Jami Mosque is a mosque in Khambat, Gujarat, India, built in 1325. It is one of the oldest Islamic monuments in Gujarat. The mosque's interior has colonnaded open courtyard built with 100 columns.

Location
The mosque is located in Khambat or Cambay, which was a prosperous mercantile port town during the 7th to the 18th century. It is at the estuary of the Mahi river. It is  away from Ahmedabad and 78 km away from Vadodara, Gujarat.

History
Alauddin Khalji (1296–1315) invaded Gujarat and captured Khambat in 1324. During his invasions in Gujarat, he had destroyed many Hindu and Jain temples. According to an inscription on the mosque, it was built in 1325 from the ruins of the earlier monuments. Umar bin Ahmad al-Kazaruni, a businessman of the town, is credited with building the mosque. This structure is a congregational mosque which marks the start of Islamic architecture in Gujarat and is distinct in style.

Architecture

The mosque's architecture marks the evolution of the Indo-Islamic architecture. Its architectural features do not display any minarets but toranas are seen in the central arches of the mosque which represent architecture of the Gujarat Sultanate.
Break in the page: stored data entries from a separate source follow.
def test_kaplan_yorke_dimension_edge_cases():
    # Kaplan & Yorke (1979): D = j + (λ_1 + ... + λ_j) / |λ_{j+1}|
    assert kaplan_yorke_dimension([-0.1, -0.5]) == 0.0
    assert kaplan_yorke_dimension([0.5, -1.0]) == pytest.approx(1.5)
    assert kaplan_yorke_dimension([0.5, 0.1], state_size=2) == 2.0
    assert math.isnan(kaplan_yorke_dimension([0.5, 0.1], state_size=3))
    assert kaplan_yorke_dimension([0.2, -np.inf]) == 1.0


def test_interrupt_restores_threads_and_propagates():
    step = interrupted_after(50, lambda s, x: 0.5 * s)
    system = hl.wrap(step, state_size=2, input_size=0, dtype=F64)
    threads = torch.get_num_threads()
    with pytest.raises(KeyboardInterrupt):
        lyap(system, autonomous(1, 200), method="jvp")
    assert torch.get_num_threads() == threads


# ---------------------------------------------------------------------------- bad input
def test_bad_options_fail_clearly(make, gen):
    m = make(nn.GRU, 3, 4, batch_first=True, gen=gen)
    x = torch.randn(2, 30, 3, generator=gen)
    with pytest.raises(ValueError, match="k must be an integer between 1 and the state size 4"):
        lyap(m, x, k=5)
    with pytest.raises(ValueError, match=r"The 'k' option of lyapunov_spectrum must be None or "
                                         r"an int >= 1; got 0\."):
        lyap(m, x, k=0)
    with pytest.raises(ValueError, match="warmup must be an integer with 0 <= warmup < T = 30"):
        lyap(m, x, warmup=30)
    with pytest.raises(ValueError, match="The 'method' option of lyapunov_spectrum must be one of"):
        lyap(m, x, method="svd")
    with pytest.raises(ValueError, match="'qr_every' option of lyapunov_spectrum must be an int"):
        lyap(m, x, qr_every=0)
    with pytest.raises(ValueError, match="The 'seed' option of lyapunov_spectrum must be an int"):
        lyap(m, x, seed=-1)
    with pytest.raises(ValueError, match="dtype must be float32 or float64"):
        lyap(m, x, dtype="float16")
    with pytest.raises(ValueError, match="inputs has 5 features but"):
        lyap(m, torch.zeros(2, 30, 5))
    with pytest.raises(TypeError, match="already a RecurrentSystem"):
        lyap(hl.wrap(m), x, direction="forward")
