# ====================================================================== result
@dataclass(frozen=True, eq=False)
class MemoryCurve(Result):
    """A memory curve over lags k = 0..max_lag, from :func:`memory_curve`.

    Attributes
    ----------
    method : {"decoding", "perturbation", "sensitivity"}
    mode : {"probe", "data"}
        Probe: i.i.d. inputs generated for the analysis; data: the user's sequences.
    lags : ndarray of shape (K + 1,)
        0, 1, ..., max_lag.
    scores : ndarray of shape (K + 1,)
        Decoding: test R^2 (balanced accuracy for categorical inputs), mean over the test folds
        and over input features. Perturbation: distance between perturbed and unperturbed
        states, normalised (see ``normalize``). Sensitivity: mean norm of d s_t / d x_{t-k},
        normalised. Always the mean over the rows of ``samples``.
    spread : ndarray of shape (K + 1,)
        Standard deviation over the rows of ``samples`` (folds, impulses or source steps).
    samples : ndarray of shape (n, K + 1)
        One curve per test fold (decoding), per impulse (perturbation) or per (sequence, source
        step) pair (sensitivity), on the same scale as ``scores``.
    capacity : float
        Decoding: memory capacity sum_k max(R^2(k), 0) (categorical: the sum of chance-adjusted
        balanced accuracies, clipped at 0). Perturbation and sensitivity: the area
        sum_k scores(k), in steps.
    span : int
        The largest lag k such that the (chance-adjusted) score is at least ``threshold`` at
        every lag 0..k; -1 when lag 0 already falls short, ``max_lag`` when the curve never does
        (then raise ``max_lag``).
    threshold : float
    score_name : str
        Axis label of ``scores``.
    baseline, baseline_spread : ndarray of shape (K + 1,) or None
        Data-mode decoding only: the same readout fitted on the inputs' own recent history
        (x_t..x_{t-w}) instead of the state. Memory shows where ``scores`` rise above it.
    baseline_capacity : float or None
    chance : float or None
        Categorical decoding: the balanced accuracy of guessing, 1 / (number of classes).
    time_constant : float or None
        Perturbation and sensitivity: tau of a least-squares fit log(score) ~ c - k / tau
        (inf when the curve does not decay, 0 when it vanishes after lag 0).
    reference : float or None
        Perturbation and sensitivity: what the raw curve was divided by (mean distance or
        sensitivity at lag 0, or the state spread), so ``scores * reference`` is the raw curve.
    feature_scores : ndarray of shape (K + 1, I) or None
        Decoding with real-valued inputs: R^2 per input feature, mean over folds.
    alphas : ndarray of shape (n_folds, K + 1) or None
        Decoding: the ridge penalty chosen per fold and lag (mean over features).
    categorical : bool
    metadata : Mapping[str, Any]
        Sizes, model class, split of the folds, impulse times and the like.
    weighted_scores : ndarray of shape (K + 1,) or None
        Decoding with real-valued inputs: the variance-weighted R^2 (features weighted by their
        variance over the decoded rows, as scikit-learn's ``multioutput="variance_weighted"``),
        beside the per-feature mean in ``scores``.

    Notes
    -----
    Linear decoding gives a lower bound on what the state holds about past inputs: a nonlinear
    readout may recover more. In data mode, read ``scores`` against ``baseline``: with
    autocorrelated inputs the present input already predicts past ones. A probe-mode curve
    describes the system under the probe distribution (i.i.d. Gaussian of the given scale),
    not under the data it was trained on. The span threshold is a convention.
    """

    method: str
    mode: str
    lags: np.ndarray
    scores: np.ndarray
    spread: np.ndarray
    samples: np.ndarray
    capacity: float
    span: int
    threshold: float
    score_name: str
    baseline: np.ndarray | None = None
    baseline_spread: np.ndarray | None = None
    baseline_capacity: float | None = None
    chance: float | None = None
    time_constant: float | None = None
    reference: float | None = None
    feature_scores: np.ndarray | None = None
    alphas: np.ndarray | None = None
    categorical: bool = False
    weighted_scores: np.ndarray | None = None

    def __post_init__(self) -> None:
        for name in ("lags", "scores", "spread", "samples", "baseline", "baseline_spread",
                     "feature_scores", "alphas", "weighted_scores"):
            value = getattr(self, name)
            if value is not None:
                object.__setattr__(self, name, readonly(value))
        object.__setattr__(self, "metadata", frozen_mapping(self.metadata))
        super().__post_init__()

    @property
    def max_lag(self) -> int:
        """K, the largest lag on the curve."""
        return int(self.lags[-1])

    @property
    def adjusted_scores(self) -> np.ndarray:
        """Scores on the scale the threshold applies to: chance-adjusted for categorical
        decoding, ``(score - chance) / (1 - chance)``; otherwise the scores themselves."""
        if self.chance is None:
            return self.scores
        return readonly((self.scores - self.chance) / (1.0 - self.chance))

    def to_frame(self):
        """Table with one row per lag: score, spread and (data-mode decoding) the baseline."""
        import pandas as pd

        cols = {"score": self.scores, "spread": self.spread}
        if self.baseline is not None:
            cols["baseline"] = self.baseline
            cols["baseline_spread"] = self.baseline_spread
        frame = pd.DataFrame(cols, index=pd.Index(self.lags, name="lag"))
        frame.attrs.update(method=self.method, mode=self.mode, capacity=self.capacity,
                           span=self.span, threshold=self.threshold)
        return frame

    def plot(self, ax: Any = None, *, log: bool | None = None, **kw: Any):
        """Draw the curve with its spread, the threshold, and the baseline or chance level.

        Parameters
        ----------
        ax : matplotlib Axes, optional
        log : bool, optional
            Logarithmic score axis (default: on for perturbation and sensitivity curves).
        **kw
            Passed to ``ax.plot`` for the main curve.

        Returns
        -------
        matplotlib Axes
        """
        from .._plotting.memory import draw_memory

        return draw_memory(self, ax, log=log, **kw)

    def __repr__(self) -> str:
        return (f"MemoryCurve(method={self.method!r}, mode={self.mode!r}, "
                f"max_lag={self.max_lag}, capacity={self.capacity:.4g}, span={self.span})")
The interior part of the mosque has a colonnaded open courtyard which is built with 100 columns supporting roofs built from the ruins of Hindu and Jain temples. The prayer hall has many compartments topped by low domes, which are unique and are different from those which crown the mihrab's niches. The domes are provided with latticed windows made in the architectural style of Gujarat. The columns are set in two rows with each row consisting of 26 columns forming a passage that separates the wall in the front from the first row. In addition, there are eight rows formed by six pillars in each row, which are next to the facade; these result in the formation of 14 chambers and each chamber is topped by a dome. There are arcaded entrances to the aisle of the mosque which are provided with a flat roof. In the middle portion of the mosque which hides the domes of the roof, there are jambs which rise to a height of about  and these are topped by sharp finials.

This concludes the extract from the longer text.